What needs to be done: Scan the entries below and extract each line with the word "feed" in it.

═══ Source data ═══

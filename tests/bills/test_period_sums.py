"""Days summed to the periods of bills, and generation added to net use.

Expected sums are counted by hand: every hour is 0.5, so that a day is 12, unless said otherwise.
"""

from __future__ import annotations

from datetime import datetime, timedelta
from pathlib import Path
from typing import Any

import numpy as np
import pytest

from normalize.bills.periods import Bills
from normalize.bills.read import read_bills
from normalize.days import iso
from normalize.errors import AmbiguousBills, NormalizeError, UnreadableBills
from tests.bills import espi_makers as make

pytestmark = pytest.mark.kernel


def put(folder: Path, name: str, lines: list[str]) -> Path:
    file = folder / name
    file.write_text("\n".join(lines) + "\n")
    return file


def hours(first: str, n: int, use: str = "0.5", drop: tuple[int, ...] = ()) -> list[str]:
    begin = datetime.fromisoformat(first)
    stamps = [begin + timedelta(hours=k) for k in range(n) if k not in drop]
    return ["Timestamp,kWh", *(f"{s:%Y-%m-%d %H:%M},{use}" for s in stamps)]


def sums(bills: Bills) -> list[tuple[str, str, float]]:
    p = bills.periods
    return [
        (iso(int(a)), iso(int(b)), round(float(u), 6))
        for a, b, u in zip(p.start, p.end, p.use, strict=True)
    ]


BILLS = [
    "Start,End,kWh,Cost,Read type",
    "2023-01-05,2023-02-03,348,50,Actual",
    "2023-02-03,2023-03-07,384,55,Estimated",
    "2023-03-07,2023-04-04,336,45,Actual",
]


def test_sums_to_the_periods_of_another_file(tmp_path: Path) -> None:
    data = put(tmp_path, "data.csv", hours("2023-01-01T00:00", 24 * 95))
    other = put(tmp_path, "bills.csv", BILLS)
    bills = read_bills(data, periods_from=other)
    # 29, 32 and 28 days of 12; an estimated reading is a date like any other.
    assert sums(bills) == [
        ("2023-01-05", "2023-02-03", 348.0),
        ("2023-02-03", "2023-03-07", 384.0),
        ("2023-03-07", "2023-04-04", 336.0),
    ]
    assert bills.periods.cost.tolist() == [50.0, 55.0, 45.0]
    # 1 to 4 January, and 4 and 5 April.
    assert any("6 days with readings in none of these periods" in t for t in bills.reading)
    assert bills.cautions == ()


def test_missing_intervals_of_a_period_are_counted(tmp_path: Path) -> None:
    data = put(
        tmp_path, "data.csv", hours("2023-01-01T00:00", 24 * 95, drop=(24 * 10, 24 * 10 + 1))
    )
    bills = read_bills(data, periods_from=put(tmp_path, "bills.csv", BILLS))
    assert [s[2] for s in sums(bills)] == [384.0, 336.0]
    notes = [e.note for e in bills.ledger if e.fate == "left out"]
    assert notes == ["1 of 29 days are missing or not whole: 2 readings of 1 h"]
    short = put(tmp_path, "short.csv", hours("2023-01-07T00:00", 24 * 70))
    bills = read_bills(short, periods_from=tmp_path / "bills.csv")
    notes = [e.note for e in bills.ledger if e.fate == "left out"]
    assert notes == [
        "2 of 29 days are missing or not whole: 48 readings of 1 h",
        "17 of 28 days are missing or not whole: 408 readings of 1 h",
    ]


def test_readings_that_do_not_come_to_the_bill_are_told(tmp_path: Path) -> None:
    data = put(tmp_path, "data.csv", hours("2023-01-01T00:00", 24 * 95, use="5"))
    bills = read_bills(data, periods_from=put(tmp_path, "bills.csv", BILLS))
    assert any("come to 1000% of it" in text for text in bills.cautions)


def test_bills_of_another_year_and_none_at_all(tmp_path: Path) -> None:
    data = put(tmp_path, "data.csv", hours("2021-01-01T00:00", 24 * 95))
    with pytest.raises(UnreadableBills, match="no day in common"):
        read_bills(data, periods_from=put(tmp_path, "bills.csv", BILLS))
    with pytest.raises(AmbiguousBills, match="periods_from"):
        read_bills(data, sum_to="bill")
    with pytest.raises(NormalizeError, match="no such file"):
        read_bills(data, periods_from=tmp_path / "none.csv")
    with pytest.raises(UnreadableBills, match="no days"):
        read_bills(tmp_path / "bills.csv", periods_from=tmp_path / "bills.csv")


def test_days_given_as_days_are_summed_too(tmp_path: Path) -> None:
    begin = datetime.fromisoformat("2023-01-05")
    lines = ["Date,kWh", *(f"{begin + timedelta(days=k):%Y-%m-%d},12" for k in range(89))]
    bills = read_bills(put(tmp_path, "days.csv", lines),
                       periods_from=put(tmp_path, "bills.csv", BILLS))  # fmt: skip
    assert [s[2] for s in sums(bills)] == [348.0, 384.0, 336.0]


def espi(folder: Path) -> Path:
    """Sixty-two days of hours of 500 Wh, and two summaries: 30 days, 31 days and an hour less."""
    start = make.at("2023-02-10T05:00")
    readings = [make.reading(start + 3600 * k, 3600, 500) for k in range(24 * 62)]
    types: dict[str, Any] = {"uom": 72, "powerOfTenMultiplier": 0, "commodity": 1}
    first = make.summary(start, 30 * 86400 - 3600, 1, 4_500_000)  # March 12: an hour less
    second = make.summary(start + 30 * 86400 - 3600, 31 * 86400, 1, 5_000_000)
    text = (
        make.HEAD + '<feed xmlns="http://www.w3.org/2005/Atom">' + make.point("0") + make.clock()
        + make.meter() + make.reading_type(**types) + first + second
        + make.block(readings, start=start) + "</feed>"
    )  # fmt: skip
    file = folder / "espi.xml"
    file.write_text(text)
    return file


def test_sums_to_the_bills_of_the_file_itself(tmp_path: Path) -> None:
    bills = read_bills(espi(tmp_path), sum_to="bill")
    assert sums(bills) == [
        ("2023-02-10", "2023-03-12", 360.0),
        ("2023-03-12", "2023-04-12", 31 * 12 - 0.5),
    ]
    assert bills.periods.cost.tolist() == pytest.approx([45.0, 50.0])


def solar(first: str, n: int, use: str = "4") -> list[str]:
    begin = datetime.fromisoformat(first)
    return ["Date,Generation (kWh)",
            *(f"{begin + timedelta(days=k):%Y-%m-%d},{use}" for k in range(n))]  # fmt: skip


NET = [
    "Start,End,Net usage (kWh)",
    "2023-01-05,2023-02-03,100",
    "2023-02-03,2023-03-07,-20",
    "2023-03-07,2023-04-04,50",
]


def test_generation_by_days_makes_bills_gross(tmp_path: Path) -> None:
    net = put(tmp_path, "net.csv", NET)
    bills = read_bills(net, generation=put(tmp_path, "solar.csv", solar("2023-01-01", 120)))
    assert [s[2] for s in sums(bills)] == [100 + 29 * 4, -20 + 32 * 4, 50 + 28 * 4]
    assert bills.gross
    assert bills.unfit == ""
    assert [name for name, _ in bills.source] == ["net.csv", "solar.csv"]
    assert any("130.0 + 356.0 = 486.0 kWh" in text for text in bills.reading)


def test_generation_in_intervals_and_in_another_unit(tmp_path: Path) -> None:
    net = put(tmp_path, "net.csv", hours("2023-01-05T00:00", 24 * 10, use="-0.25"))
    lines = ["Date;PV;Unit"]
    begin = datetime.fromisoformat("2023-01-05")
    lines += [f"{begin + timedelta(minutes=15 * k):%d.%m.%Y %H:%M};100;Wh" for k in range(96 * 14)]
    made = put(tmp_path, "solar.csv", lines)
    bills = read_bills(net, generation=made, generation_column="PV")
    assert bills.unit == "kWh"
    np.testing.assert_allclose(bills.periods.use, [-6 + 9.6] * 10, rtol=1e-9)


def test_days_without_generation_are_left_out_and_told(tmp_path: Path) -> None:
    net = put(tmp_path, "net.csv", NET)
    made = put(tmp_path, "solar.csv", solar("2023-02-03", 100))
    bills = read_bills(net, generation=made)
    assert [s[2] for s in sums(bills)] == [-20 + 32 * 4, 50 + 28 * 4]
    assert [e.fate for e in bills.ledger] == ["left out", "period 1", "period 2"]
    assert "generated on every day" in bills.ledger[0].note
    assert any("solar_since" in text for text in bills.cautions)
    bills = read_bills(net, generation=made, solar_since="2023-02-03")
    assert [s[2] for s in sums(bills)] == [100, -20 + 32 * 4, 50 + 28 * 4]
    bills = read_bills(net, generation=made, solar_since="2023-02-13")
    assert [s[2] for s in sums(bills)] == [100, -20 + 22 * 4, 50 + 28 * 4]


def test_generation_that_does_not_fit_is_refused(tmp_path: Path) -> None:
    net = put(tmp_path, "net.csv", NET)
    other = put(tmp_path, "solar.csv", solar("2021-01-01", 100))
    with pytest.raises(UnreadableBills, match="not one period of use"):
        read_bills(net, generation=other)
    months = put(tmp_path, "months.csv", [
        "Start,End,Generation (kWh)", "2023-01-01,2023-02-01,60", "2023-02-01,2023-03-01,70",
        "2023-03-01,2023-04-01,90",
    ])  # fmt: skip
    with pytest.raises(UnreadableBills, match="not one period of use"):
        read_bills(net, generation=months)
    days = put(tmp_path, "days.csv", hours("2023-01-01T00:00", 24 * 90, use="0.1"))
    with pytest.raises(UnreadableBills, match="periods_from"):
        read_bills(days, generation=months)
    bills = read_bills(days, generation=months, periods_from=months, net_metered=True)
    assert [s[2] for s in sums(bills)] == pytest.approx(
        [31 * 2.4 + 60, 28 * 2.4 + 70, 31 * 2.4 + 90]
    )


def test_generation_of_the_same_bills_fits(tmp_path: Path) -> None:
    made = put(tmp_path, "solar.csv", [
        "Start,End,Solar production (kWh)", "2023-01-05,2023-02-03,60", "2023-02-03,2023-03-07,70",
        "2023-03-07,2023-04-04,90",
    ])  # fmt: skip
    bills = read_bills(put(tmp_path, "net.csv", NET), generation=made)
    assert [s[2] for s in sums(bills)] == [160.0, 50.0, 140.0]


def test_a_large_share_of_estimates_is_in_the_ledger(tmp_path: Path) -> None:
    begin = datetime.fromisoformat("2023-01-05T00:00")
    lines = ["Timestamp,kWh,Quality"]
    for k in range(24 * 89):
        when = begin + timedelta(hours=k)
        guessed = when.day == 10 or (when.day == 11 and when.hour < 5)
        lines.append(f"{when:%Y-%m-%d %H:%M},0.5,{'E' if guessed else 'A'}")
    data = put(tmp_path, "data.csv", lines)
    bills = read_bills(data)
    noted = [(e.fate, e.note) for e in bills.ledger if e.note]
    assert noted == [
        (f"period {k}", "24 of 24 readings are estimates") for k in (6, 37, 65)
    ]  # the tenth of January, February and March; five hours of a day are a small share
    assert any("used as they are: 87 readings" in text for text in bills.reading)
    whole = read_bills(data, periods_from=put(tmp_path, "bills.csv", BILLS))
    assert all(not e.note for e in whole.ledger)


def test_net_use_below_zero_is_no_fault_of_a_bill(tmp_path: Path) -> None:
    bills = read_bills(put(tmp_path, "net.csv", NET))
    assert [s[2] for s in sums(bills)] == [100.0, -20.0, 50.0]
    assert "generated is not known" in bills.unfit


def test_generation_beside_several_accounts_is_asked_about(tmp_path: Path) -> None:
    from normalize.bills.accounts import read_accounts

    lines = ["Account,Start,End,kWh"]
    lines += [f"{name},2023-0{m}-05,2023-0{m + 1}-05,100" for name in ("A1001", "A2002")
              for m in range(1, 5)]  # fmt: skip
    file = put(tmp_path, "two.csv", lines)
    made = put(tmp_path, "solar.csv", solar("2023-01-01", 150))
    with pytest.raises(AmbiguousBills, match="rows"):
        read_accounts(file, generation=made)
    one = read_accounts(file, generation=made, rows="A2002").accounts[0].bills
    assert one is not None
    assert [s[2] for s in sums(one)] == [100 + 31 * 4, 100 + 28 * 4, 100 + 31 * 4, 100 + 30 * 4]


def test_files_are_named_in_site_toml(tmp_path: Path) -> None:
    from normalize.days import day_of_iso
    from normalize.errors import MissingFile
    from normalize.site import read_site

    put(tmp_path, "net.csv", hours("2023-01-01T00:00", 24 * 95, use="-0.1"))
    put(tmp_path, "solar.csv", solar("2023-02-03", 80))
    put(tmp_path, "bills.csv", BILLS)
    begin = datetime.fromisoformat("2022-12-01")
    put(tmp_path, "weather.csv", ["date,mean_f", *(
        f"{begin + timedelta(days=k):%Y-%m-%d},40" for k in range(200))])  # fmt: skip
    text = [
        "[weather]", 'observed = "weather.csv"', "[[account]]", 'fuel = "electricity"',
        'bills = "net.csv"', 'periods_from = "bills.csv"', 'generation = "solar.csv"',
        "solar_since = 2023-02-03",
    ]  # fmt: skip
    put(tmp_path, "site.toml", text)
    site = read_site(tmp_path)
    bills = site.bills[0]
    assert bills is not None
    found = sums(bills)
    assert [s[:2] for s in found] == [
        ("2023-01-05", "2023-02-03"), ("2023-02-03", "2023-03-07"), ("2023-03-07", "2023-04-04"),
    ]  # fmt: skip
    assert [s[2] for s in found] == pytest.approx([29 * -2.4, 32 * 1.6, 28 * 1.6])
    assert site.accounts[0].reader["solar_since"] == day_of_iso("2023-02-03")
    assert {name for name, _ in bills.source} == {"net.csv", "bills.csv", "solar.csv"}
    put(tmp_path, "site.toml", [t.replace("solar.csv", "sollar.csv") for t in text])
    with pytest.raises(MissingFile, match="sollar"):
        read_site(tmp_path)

═══

Problem solution:
        make.HEAD + '<feed xmlns="http://www.w3.org/2005/Atom">' + make.point("0") + make.clock()
        + make.block(readings, start=start) + "</feed>"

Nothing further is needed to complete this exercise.